BEGIN The input
Cost: a draw costs what the models need to set up a new case. The closed-tube lines cost well
under a millisecond, so 10 000 samples take about 0.3 s; models that build tables for each case
(e.g. the open-channel critical flow, several seconds per case) make each draw that expensive:
choose a small ``chart_draws`` for them (the standard error says what that costs in precision).

Model uncertainty
-----------------
The constants behind the lines are uncertain too (their bands:
:func:`lowgmap.physics.chart.bands.band_variables`). With ``model_uncertainty`` the region lines'
constants (all of them, or those listed) are drawn uniformly over their bands, a constant shared by
several lines once for all of them, and the study reports, apart from the input-only result
above: the probability and margins with the model constants alone drawn (inputs at their nominal
values, one margin per constant draw), and with inputs and constants drawn together (each
property/geometry draw, or each block of N/K flow draws, shares one constant draw). The input-only
result keeps its own random stream, so it is the same with or without the option; the constants use
a second stream of the same seed. A constant draw the model rejects (e.g. C0 α_c >= 1) makes its
samples invalid (counted).

Distributions: "normal" (``size`` = one standard deviation) or "uniform" (``size`` = half-width);
``relative`` sizes are fractions of the nominal value, absolute ones are in SI units (radians
for angles). A drawn value outside the physical domain is handled as follows: angles are clipped
to their range ([0, 180] deg contact angle, (0, 90) deg half-angle); a non-positive flow rate,
property or size makes the sample invalid; invalid samples are counted (``n_invalid``) and left
out of every statistic.
"""
from __future__ import annotations

import math
from dataclasses import dataclass, fields, replace
from typing import Callable, Mapping, Sequence

import numpy as np

from lowgmap.physics.chart import lines as _lines
from lowgmap.physics.chart import margins as _mg
from lowgmap.physics.validate import finite, non_negative

__all__ = ["Uncertainty", "TARGETS", "POINT_TARGETS", "DISTRIBUTIONS", "MonteCarloResult", "monte_carlo",
           "nominal_value", "perturbed_case", "FLOWS_PER_CHART_DRAW", "QUANTILES", "ModelUncertaintyResult",
           "model_variables", "DRAWS_PER_BLOCK"]

#: Inputs that can carry an uncertainty, with what they mean (SI unit of an absolute size).
TARGETS: dict[str, str] = {
    "liquid_flow": "liquid flow rate at the operating point [m^3/s]",
    "gas_flow": "gas flow rate at the operating point [m^3/s]",
    "surface_tension": "surface tension sigma [N/m]",
    "liquid_density": "liquid density rho_L [kg/m^3]",
    "liquid_viscosity": "liquid viscosity mu_L [Pa s]",
    "gas_density": "gas density rho_G [kg/m^3]",
    "gas_viscosity": "gas viscosity mu_G [Pa s]",
    "contact_angle": "static contact angle [rad] (advancing/receding shift with it)",
    "size": "section size: the whole section scaled, an absolute size applies to D_h [m]",
    "length": "conduit length [m]",
    "half_angle": "corner half-angle of a groove or wedge channel [rad]",
    "residual_acceleration": "residual acceleration g [m/s^2]",
}

#: Targets that move the operating point (the others move the lines).
POINT_TARGETS = ("liquid_flow", "gas_flow")

#: Accepted distributions.
DISTRIBUTIONS = ("normal", "uniform")

#: Flow draws per property/geometry draw in :func:`monte_carlo` (default of ``chart_draws``).
FLOWS_PER_CHART_DRAW = 16

#: Quantiles of the margin distribution reported by :func:`monte_carlo`.
QUANTILES = (0.05, 0.25, 0.5, 0.75, 0.95)

_FLUID_FIELDS = {"surface_tension": "sigma", "liquid_density": "rho_l", "liquid_viscosity": "mu_l",
                 "gas_density": "rho_g", "gas_viscosity": "mu_g"}
_SQRT3 = math.sqrt(3.0)
_CHART_FIELDS = ("fluid", "section", "wetting", "length", "g", "flow_range", "models")   # what a chart depends on
_MC_TOL = 1e-6          # chord tolerance of the lines sampled per property/geometry draw [decade]
_MC_WALL_DX = 1e-8      # location of vertical pieces per draw [decade]
_MC_N_START = 17        # initial samples per line per draw
#: Property/geometry draws computed together (their margins' closed-form step in one batch): in this process
#: block after block, or with ``workers`` the blocks shared out to worker processes. The blocks do not depend on
#: the number of workers, so neither do the numbers.
DRAWS_PER_BLOCK = 32


@dataclass(frozen=True)
class Uncertainty:
    """Uncertainty of one input.

    Parameters
    ----------
    target : str         one of :data:`TARGETS`
    distribution : str   "normal" (size = one standard deviation) or "uniform" (size = half-width)
    size : float         >= 0; a fraction of the nominal value when ``relative``, else SI units
    relative : bool

    Examples
    --------
    >>> u = Uncertainty("gas_flow", "uniform", 0.1, True)
    >>> round(u.standard_deviation(2.0), 6)      # 0.1 * 2 / sqrt(3)
    0.11547
    """

    target: str
    distribution: str
    size: float
    relative: bool

    def __post_init__(self):
        if self.target not in TARGETS:
            raise ValueError(f"uncertainty target must be one of {', '.join(TARGETS)}, got {self.target!r}")
        if self.distribution not in DISTRIBUTIONS:
            raise ValueError(f"uncertainty of {self.target}: distribution must be 'normal' or 'uniform', "
                             f"got {self.distribution!r}")
        object.__setattr__(self, "size", non_negative(f"uncertainty of {self.target}: size", self.size))
        if not isinstance(self.relative, (bool, np.bool_)):
            raise TypeError(f"uncertainty of {self.target}: relative must be True or False, got {self.relative!r}")
        object.__setattr__(self, "relative", bool(self.relative))

    @classmethod
    def of(cls, obj) -> "Uncertainty":
        """An :class:`Uncertainty` from any object with the same four fields (e.g. the case file's)."""
        if isinstance(obj, cls):
            return obj
        try:
            return cls(obj.target, obj.distribution, obj.size, obj.relative)
        except AttributeError:
            raise TypeError(f"an uncertainty needs target, distribution, size and relative, got {obj!r}") from None

    def unit_draws(self, rng: np.random.Generator, n: int) -> np.ndarray:
        """n draws of the unit variable: standard normal, or uniform on [-1, 1]."""
        if self.distribution == "normal":
            return rng.standard_normal(n)
        return rng.uniform(-1.0, 1.0, n)

    def values(self, nominal: float, unit: np.ndarray) -> np.ndarray:
        """Input values for unit draws ``unit`` around ``nominal`` (SI)."""
        if self.relative:
            return nominal * (1.0 + self.size * unit)
        return nominal + self.size * unit

    def standard_deviation(self, nominal: float) -> float:
        """Standard deviation of the input (SI) at ``nominal``."""
        s = self.size * (abs(nominal) if self.relative else 1.0)
        return s if self.distribution == "normal" else s / _SQRT3

    @property
    def unit_std(self) -> float:
        """Standard deviation of the unit variable (1 for normal, 1/sqrt(3) for uniform)."""
        return 1.0 if self.distribution == "normal" else 1.0 / _SQRT3
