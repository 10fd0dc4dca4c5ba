"""Package layout (everything else is in pyproject.toml).

The repository keeps its three source folders at the top level; they install as one import package:
``api/`` -> ``lowgmap`` (the public surface), ``physics/`` -> ``lowgmap.physics``, ``app/`` -> ``lowgmap.app``,
and the bundled sample cases ``sample_cases/`` -> ``lowgmap.samples`` (data only). Sub-packages are found
automatically, so a new folder with an ``__init__.py`` needs no edit here.
"""
from setuptools import find_packages, setup

ROOTS = {"lowgmap": "api", "lowgmap.physics": "physics", "lowgmap.app": "app", "lowgmap.samples": "sample_cases"}

packages = []
for package, folder in ROOTS.items():
    packages.append(package)
    packages += [f"{package}.{sub}" for sub in find_packages(folder)]

setup(packages=packages, package_dir=ROOTS)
END The input
▸ Assignment: Nothing but a number belongs in the answer: the number of lines above that contain "decade".

▸ Answer to this task: 2